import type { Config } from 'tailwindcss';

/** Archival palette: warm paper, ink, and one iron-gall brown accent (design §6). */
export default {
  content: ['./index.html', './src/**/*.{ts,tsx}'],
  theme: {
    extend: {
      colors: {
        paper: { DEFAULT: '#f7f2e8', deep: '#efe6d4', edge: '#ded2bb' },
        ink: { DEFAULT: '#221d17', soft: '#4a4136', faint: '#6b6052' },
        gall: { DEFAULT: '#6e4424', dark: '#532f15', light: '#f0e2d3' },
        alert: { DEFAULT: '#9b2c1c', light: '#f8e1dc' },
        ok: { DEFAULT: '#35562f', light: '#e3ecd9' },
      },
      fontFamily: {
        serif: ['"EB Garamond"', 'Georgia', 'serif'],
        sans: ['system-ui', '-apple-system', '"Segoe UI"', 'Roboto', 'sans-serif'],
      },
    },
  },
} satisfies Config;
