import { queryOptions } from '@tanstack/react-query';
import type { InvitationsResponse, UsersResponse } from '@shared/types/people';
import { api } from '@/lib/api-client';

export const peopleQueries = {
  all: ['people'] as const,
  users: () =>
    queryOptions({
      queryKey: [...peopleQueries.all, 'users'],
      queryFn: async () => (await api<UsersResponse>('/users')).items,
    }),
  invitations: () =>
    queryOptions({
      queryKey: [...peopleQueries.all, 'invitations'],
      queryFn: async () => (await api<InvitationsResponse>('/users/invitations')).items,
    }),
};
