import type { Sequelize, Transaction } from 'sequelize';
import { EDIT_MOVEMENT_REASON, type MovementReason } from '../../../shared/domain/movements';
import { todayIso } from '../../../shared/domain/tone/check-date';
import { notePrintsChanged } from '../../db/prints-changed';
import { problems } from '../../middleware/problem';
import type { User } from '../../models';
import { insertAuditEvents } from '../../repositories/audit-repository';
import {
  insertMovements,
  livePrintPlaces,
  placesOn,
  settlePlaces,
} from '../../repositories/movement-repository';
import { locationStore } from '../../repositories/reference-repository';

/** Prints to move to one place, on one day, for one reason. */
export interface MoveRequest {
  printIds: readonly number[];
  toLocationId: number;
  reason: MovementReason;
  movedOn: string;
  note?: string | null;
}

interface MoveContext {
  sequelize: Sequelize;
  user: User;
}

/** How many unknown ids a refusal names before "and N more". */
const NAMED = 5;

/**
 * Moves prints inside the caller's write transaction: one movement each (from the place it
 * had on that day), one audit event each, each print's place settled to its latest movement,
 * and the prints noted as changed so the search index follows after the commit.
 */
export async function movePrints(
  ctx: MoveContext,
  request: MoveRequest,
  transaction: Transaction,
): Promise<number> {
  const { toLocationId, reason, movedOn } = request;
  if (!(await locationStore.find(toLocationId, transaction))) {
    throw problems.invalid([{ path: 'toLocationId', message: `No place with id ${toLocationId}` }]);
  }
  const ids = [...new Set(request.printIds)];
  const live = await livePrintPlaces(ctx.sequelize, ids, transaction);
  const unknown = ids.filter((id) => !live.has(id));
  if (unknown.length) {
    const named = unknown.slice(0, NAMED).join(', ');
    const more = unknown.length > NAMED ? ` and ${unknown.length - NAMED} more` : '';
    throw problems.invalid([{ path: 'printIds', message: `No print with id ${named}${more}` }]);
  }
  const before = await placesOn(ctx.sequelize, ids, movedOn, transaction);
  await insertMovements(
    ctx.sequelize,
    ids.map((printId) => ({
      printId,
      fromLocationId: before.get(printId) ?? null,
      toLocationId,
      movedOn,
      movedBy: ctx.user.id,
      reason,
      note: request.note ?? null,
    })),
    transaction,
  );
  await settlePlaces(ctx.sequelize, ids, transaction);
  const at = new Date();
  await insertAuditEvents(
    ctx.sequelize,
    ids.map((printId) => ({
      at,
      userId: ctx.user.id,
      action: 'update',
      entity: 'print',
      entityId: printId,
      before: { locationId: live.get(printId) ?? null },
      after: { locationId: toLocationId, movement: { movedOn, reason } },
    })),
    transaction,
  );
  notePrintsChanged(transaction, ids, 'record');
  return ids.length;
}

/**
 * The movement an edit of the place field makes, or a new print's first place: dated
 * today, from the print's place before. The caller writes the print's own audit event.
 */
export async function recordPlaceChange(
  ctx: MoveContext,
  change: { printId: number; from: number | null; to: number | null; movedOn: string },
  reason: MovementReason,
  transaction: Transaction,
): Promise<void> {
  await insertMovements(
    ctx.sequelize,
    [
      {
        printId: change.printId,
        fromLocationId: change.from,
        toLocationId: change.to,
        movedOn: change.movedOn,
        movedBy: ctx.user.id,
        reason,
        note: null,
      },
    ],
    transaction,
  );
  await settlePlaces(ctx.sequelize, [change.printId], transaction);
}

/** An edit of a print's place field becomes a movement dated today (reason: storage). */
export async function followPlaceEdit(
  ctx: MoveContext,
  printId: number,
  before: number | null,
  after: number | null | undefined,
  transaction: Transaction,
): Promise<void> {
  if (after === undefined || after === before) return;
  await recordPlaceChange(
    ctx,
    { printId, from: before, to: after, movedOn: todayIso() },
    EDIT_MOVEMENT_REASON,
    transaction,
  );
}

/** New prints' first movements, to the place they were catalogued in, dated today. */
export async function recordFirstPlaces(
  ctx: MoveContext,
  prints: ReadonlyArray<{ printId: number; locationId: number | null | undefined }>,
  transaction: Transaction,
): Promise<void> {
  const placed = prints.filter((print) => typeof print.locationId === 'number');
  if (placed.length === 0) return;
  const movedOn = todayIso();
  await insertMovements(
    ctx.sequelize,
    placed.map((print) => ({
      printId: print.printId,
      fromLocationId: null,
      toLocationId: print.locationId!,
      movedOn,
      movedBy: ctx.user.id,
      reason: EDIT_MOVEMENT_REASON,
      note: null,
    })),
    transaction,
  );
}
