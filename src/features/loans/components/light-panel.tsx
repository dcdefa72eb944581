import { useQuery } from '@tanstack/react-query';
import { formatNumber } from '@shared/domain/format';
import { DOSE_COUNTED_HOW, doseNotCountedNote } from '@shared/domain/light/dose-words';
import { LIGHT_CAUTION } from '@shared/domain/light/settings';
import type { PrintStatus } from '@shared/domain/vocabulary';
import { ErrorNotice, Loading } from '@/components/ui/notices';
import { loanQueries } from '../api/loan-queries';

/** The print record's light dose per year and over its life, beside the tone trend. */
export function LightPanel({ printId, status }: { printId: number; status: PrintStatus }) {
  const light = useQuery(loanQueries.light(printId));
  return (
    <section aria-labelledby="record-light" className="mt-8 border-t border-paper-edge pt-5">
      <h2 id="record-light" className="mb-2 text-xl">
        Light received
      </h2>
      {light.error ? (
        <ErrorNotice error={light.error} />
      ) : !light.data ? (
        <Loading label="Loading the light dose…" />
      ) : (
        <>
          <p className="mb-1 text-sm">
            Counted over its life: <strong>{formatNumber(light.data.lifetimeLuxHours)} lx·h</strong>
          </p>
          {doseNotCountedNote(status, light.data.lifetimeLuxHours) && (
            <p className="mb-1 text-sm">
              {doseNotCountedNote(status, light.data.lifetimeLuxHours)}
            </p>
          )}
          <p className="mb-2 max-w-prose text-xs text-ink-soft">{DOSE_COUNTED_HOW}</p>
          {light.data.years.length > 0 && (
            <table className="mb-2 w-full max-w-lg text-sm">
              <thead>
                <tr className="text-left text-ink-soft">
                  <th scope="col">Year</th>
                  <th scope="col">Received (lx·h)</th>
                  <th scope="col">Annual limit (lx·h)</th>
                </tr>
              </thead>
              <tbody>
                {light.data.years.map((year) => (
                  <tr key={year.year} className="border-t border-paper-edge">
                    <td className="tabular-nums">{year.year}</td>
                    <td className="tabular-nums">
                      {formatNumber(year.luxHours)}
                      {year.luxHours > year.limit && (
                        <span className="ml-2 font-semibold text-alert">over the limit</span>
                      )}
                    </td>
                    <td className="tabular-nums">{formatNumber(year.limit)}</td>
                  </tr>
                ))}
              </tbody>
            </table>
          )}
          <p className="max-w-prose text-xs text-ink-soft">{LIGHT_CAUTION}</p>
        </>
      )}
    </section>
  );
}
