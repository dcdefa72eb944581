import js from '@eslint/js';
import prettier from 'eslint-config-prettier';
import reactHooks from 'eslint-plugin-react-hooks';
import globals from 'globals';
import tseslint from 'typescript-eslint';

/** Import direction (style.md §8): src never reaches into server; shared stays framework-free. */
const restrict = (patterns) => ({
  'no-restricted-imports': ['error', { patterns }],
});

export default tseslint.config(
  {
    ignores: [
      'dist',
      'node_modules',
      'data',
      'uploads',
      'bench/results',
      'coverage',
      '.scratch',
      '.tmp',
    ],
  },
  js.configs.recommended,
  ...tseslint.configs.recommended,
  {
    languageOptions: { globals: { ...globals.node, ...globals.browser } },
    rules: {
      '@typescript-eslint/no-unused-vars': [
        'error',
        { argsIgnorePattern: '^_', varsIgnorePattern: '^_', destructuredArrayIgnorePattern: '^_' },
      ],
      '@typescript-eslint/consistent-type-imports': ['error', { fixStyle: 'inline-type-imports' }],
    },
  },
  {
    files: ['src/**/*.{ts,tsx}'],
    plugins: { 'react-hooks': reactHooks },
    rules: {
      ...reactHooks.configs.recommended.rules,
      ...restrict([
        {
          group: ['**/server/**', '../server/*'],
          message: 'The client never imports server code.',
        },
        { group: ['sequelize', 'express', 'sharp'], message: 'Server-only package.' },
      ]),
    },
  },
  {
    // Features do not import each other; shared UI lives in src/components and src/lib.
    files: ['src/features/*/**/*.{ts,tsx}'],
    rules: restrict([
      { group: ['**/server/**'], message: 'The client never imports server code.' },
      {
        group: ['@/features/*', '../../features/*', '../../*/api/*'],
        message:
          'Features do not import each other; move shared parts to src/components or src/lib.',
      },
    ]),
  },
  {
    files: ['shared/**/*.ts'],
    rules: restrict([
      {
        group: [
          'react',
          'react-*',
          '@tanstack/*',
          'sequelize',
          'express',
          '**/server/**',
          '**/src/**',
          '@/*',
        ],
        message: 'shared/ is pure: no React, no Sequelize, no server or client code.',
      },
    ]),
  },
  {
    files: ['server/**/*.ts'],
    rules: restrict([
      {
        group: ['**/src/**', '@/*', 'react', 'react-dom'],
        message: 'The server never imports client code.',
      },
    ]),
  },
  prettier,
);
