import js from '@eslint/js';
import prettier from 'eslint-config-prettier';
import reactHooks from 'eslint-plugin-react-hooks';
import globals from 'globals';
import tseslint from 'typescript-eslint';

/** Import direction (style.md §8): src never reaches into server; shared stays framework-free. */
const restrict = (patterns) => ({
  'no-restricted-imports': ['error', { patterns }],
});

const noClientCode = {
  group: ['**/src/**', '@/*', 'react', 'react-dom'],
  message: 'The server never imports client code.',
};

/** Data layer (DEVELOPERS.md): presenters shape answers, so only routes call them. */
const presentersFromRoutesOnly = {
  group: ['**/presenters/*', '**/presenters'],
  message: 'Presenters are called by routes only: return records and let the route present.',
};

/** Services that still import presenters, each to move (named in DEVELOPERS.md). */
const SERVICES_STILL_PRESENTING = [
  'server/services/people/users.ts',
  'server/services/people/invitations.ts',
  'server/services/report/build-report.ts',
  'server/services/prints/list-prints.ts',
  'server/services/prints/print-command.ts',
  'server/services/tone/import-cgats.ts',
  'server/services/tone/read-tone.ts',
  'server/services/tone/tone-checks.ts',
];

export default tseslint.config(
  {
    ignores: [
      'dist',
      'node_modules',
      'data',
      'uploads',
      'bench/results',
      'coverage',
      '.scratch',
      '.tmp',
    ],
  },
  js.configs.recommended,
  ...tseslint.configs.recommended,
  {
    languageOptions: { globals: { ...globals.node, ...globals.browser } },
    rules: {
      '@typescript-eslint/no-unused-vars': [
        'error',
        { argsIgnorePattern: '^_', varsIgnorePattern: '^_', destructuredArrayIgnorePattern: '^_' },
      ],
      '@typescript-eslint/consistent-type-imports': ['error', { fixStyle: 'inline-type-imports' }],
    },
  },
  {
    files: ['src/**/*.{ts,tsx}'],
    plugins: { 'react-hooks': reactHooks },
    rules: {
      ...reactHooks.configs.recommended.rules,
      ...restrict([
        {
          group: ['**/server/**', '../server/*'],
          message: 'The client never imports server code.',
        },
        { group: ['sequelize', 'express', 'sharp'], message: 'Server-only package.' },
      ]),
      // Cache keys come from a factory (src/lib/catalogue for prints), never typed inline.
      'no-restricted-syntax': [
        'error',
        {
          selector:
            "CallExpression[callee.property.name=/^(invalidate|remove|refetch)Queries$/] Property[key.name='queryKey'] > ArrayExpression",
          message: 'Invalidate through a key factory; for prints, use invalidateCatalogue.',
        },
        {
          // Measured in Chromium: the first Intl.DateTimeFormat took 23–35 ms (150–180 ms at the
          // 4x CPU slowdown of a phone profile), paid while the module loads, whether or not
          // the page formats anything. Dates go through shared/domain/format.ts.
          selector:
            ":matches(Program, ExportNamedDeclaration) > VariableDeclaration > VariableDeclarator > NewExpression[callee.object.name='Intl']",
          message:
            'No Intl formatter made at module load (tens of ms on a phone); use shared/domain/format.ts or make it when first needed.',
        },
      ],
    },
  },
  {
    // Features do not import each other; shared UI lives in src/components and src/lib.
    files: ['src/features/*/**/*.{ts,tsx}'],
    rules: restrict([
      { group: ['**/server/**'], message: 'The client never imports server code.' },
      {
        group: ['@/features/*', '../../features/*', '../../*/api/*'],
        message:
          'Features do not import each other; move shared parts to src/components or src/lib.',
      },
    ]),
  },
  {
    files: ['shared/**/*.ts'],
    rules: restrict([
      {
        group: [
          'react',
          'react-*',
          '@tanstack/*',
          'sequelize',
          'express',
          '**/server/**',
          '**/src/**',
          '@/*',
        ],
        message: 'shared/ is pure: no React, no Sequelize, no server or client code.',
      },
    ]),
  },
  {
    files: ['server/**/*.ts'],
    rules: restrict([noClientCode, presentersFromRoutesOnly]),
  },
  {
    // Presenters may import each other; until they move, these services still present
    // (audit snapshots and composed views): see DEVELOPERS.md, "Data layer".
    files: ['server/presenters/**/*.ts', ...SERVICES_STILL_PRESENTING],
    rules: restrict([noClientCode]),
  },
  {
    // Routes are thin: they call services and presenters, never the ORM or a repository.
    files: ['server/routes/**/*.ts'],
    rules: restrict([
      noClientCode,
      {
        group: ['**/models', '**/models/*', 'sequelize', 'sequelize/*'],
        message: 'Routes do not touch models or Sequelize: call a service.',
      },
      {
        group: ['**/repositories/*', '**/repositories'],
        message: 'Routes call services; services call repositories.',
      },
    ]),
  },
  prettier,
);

◇ ◇ ◇ ◇ ◇

■ **The problem**
For each line in the data that contains the string "years", give a copy of that line.

■ **Final answer**
          {light.data.years.length > 0 && (
                {light.data.years.map((year) => (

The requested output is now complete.